Another Shenzhen-based firm, Kuang-chi Technology, showed an AI-based helmet at the fair. The helmet is designed to help measure the body temperature of individuals in public areas.
Infrared cameras on the helmet enable the wearer to measure the temperature of people from up to five metres away. The helmet, which can be linked to Wi-fi and 5G networks, is also equipped with facial recognition technology. In addition, it can scan health QR codes, a widely used method for contact tracing in China.
The helmet was first launched in November last year, but was later updated with other functions after the pandemic broke out, according to a Kuang-chi spokesman. The device is now used at airports, shopping malls and parks in more than 20 provinces across China. The company has also shipped it to 36 countries around the world, including Italy, Russia and Indonesia.
A major trend that emerged from the pandemic in China is the use of robots, which help to reduce human contact to a minimum. Robots are used for ultraviolet disinfection as well as delivery of food and medicine.

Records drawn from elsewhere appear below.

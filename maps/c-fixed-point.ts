/**
 * Fixed-point form of a map for the C header: every number stored as int32 in tenths of its
 * unit (0.1 % pedal, 0.1 km/h, 0.1 N·m). Integers make the CRC independent of any float
 * formatting or compiler rounding, and suit controllers without an FPU.
 */
import { MapInputError } from './errors'
import { crc32, int32LeBytes } from './crc32'
import type { MapTable } from './table'

/** Stored integer = round(physical × C_SCALE). */
export const C_SCALE = 10

// INT32_MIN is left out: its literal cannot be written in C without an expression.
const LIMIT = 2 ** 31 - 1

/**
 * round(x × 10) with halves rounded away from zero (symmetric for regen and drive signs).
 * @example toFixed10(12.25) // 123;  toFixed10(-12.25) // -123
 */
export function toFixed10(x: number, what: string): number {
  const scaled = x * C_SCALE
  const n = Math.sign(scaled) * Math.round(Math.abs(scaled))
  if (!Number.isFinite(n) || Math.abs(n) > LIMIT) throw new MapInputError('out-of-range', `${what} (${x}) does not fit an int32 in tenths`)
  return n === 0 ? 0 : n // no -0 in the output
}

export interface FixedTable {
  rowAxis: number[]
  colAxis: number[]
  /** Row-major values, length rows × cols. */
  values: number[]
  /** Largest |stored/10 − physical| over all values, N·m (rounding loss shown in the header). */
  maxRoundingNm: number
}

/**
 * The fixed-point table; throws MapInputError if rounding would merge two breakpoints.
 * @example toFixedTable(t).values // [0, 0, 15000, 9005] for values [[0, 0], [1500, 900.5]]
 */
export function toFixedTable(table: MapTable): FixedTable {
  const axis = (a: number[], name: string, unit: string) => {
    const out = a.map((v, i) => toFixed10(v, `${name} breakpoint ${i + 1}`))
    out.forEach((v, i) => {
      if (i > 0 && v <= out[i - 1])
        throw new MapInputError('axis-resolution', `${name} breakpoints ${a[i - 1]} and ${a[i]} ${unit} are closer than the header's 0.1 ${unit} resolution`)
    })
    return out
  }
  let maxRoundingNm = 0
  const values = table.values.flatMap((row, r) =>
    row.map((v, c) => {
      const n = toFixed10(v, `value in row ${r + 1}, column ${c + 1}`)
      maxRoundingNm = Math.max(maxRoundingNm, Math.abs(n / C_SCALE - v))
      return n
    }),
  )
  return { rowAxis: axis(table.rowAxis, 'pedal', '%'), colAxis: axis(table.colAxis, 'speed', 'km/h'), values, maxRoundingNm }
}

/**
 * The two CRCs the header carries (CRC-32/ISO-HDLC, see crc32.ts):
 * values — over the int32 values, row-major, 4 bytes each little-endian;
 * table — over the pedal axis, then the speed axis, then the values, same encoding.
 * @example headerCrcs(toFixedTable(t)).values === crc32(int32LeBytes(toFixedTable(t).values)) // true
 */
export function headerCrcs(f: FixedTable): { values: number; table: number } {
  return { values: crc32(int32LeBytes(f.values)), table: crc32(int32LeBytes([...f.rowAxis, ...f.colAxis, ...f.values])) }
}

At the China Hi-Tech Fair, the Shenzhen Hospital of Southern Medical University presented the robot it uses to conduct nucleic acid testing. The device is designed to complete the process of patient identification, collection of sampling tools, self-service sampling and storage of samples without human intervention.
Shenzhen-based Biocome Security Technology also presented a robot that can move around a designated area to measure a person’s temperature and send that information for analysis off-site.
“Using robots for temperature measurement saves time and cost,” said Biocome spokesman Fu Jun at the event. “It frees medical workers, who wear layers of protective gear, from repetitive work.”